Trans Siberia, Jalur Kereta Api Lintas Benua Terpanjang di Dunia
Jalur kereta api Trans Siberia | Foto: Virail

Trans Siberia merupakan jalur kereta api terpanjang di dunia. Memiliki panjang 9.288 kilometer, jalur ini melintasi Eropa bagian timur (Rusia) hingga menuju Cina, Mongolia, dan Korea Utara. Praktis, kita bisa menggolongkan Trans Siberia sebagai jalur kereta api lintas benua antara Eropa dengan Asia.

Jalur kereta populer ini memiliki rute utama bernama The Great Siberian. Penumpang akan berangkat dari Moskow lalu melintasi kota-kota besar seperti Irkutsk dan Ulaanbataar, kemudian tiba di Beijing dalam waktu 15 hari. 

Tak hanya sebagai moda transportasi biasa, kereta di jalur Trans Siberia juga menjadi pilihan wisata bagi banyak traveller di seluruh dunia. Bahkan, ada banyak agen travel yang menyediakan berbagai variasi paket tur untuk mengakomodasi keinginan traveller menikmati perjalanan melintasi Trans Siberia dengan rute berbeda-beda.

Sudah Ada Sejak 1891

Kereta api zaman dulu di jalur Trans Siberia | Foto: Vox

Pembangunan jalur kereta api Trans Siberia secara resmi mulai pada 31 Mei 1891. Saat itu, pewaris kekaisaran Rusia Nicholas II meletakkan batu pertama di jalur dekat Kota Vladivostok (bagian Rusia yang berbatasan dengan Cina dan Korea Utara).
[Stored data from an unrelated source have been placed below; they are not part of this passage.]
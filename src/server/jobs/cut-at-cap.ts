/**
 * Stops a job at its cap: the longest prefix of the boundary batch that fits is delivered, the rest is absorbed.
 *
 * The boundary batch is run again, shortened, so that its sums hold the delivered replicates alone; being
 * deterministic it gives the same ones.
 */
import { afterCommit, inWriteTransaction } from '@db/in-write-transaction.ts';
import { Batch, Job, Segment } from '@db/models/jobs.ts';
import { longestPrefix } from '@/domain/jobs/longest-prefix.ts';
import { eventsPerCycle } from '@/engine/run-points.ts';
import { joinBatch } from './advance-prefix.ts';
import { storeBatch, type BatchContent } from './batch-file.ts';
import { endJob } from './end-job.ts';
import { announceJobChange } from './job-changes.ts';
import { cutBatchFileName } from './job-folder.ts';

export async function cutAtCap(options: {
  batch: Batch;
  segment: Segment;
  /** The whole boundary batch, as stored. */
  content: BatchContent;
  /** Computes the first `replicates` of the batch. */
  runShortened: (replicates: number) => Promise<BatchContent>;
}): Promise<void> {
  const { batch, segment, content } = options;
  const fit = longestPrefix({
    eventsPerReplicate: eventsPerCycle(content.points),
    segmentEvents: segment.events,
    capMicrocredits: segment.capMicrocredits,
    microcreditsPerMillionEvents: segment.microcreditsPerMillionEvents,
  });
  const shortened = fit.replicates > 0 && fit.replicates < content.replicateCount;
  const file = shortened ? await storeShortened(options, fit.replicates) : null;
  await inWriteTransaction(async () => {
    const job = (await Job.findByPk(batch.jobId))!;
    const present = (await Batch.findByPk(batch.id))!;
    // Cancelled meanwhile, or cut before: then it is settled already.
    if (job.ending || present.state !== 'done') return;
    const segmentNow = (await Segment.findByPk(segment.id))!;
    if (file) await present.update(file);
    await joinBatch({
      job,
      segment: segmentNow,
      batch: present,
      replicates: fit.replicates,
      events: fit.events,
      absorbedEvents: present.events - fit.events,
    });
    await endJob(job, {
      state: 'stopped_at_cap',
      reason: 'cap_reached',
      detail:
        `The next replicate${content.points.length > 1 ? ' of every point' : ''} would have cost more than the cap. ${job.replicatesDone.toLocaleString('en')} of ` +
        `${job.replicatesPlanned.toLocaleString('en')} replicates are complete; what was computed past them was not charged.`,
      failure: null,
    });
    afterCommit(() => announceJobChange(job.id));
  });
}

async function storeShortened(
  options: Parameters<typeof cutAtCap>[0],
  replicates: number,
): Promise<{ file: string; fileSha256: string }> {
  const { batch } = options;
  const content = await options.runShortened(replicates);
  if (content.replicateCount !== replicates)
    throw new Error(`Batch ${batch.id} gave ${content.replicateCount} replicates when run again for ${replicates}.`);
  const file = cutBatchFileName(batch.ordinal);
  return { file, fileSha256: await storeBatch({ jobId: batch.jobId, name: file, content }) };
}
Baca juga: Hal yang Bisa Kita Pelajari dari Fenomena Crazy Rich Palsu

Trans Siberia sendiri merupakan ide dari seorang menteri Rusia bernama Sergei Witte. Ia percaya bahwa kekuatan politik berasal dari kekuatan ekonomi. Maka, melihat kondisi Siberia yang kurang tereksploitasi pada waktu itu, membuatnya berpikir untuk membangun jalur kereta api. Tujuannya, agar perdagangan hasil sumber daya alam dapat semakin maju hingga mencapai Asia Timur.

Akhirnya, kereta pertama yang membawa penumpang dari Moskow ke Vladivostok melaju di tahun 1903, meski keseluruhan konstruksi belum selesai. Barulah pada tahun 1916, seluruh jalur Trans Siberia berhasil terbangun secara total.

Sementara itu, selama perang dunia kedua, kereta api yang melintasi jalur ini memainkan peran penting untuk mengevakuasi masyarakat sipil hingga membawa pasukan militer menuju zona perang. Setelah perang usai, Trans Siberia pun mengalami banyak modernisasi.

Baca juga: Mengenal Dunia Perfilman Bersama Si Damar

Punya Tiga Kelas Kabin Berbeda

Kabin kelas tiga di kereta api Trans Siberia | Foto: Trans-Siberian Express

Perjalanan yang memakan waktu panjang membuat kereta api jalur Trans Siberia memiliki fasilitas nyaman untuk penumpang. Semua gerbong kereta memiliki AC dan sprei. Meski begitu, layaknya moda transportasi lain, ada tingkatan kelas di kereta Trans Siberia yang memberi fasilitas berbeda.

Kabin kelas pertama memiliki jendela yang besar, dua tempat tidur, serta meja kecil di antaranya. Tersedia pula TV dan soket listrik berdaya 220V untuk mengisi daya peralatan elektronik penumpang. Terdapat sekitar 8 hingga 9 kabin seperti ini di tiap gerbong.

Berbeda dengan kabin kelas pertama yang bisa jadi pilihan untuk perjalanan dua orang, kabin kelas kedua paling populer karena menampung lebih banyak orang. Dalam satu kabin, tersedia dua tempat tidur tingkat sehingga muat untuk 4 orang. 

Terakhir, kabin kelas ketiga juga memiliki tempat tidur dan sprei, tetapi tidak memiliki pintu seperti kelas lainnya. Penumpang kelas ini dalam satu gerbong bisa mencapai 54 orang sehingga kurang cocok bagi penumpang yang menginginkan privasi serta ketenangan selama perjalanan.

Jalur Kereta Api Trans Siberia memiliki panjang ribuan kilometer. Selama perjalanan, penumpang akan mengalami perbedaan zona waktu hingga delapan kali. Negara Rusia sendiri memiliki 11 perbedaan zona waktu. Maka, masuk akal bila zona waktu berganti-ganti selama perjalanan dengan jalur Trans Siberia karena melintasi wilayah yang begitu luas.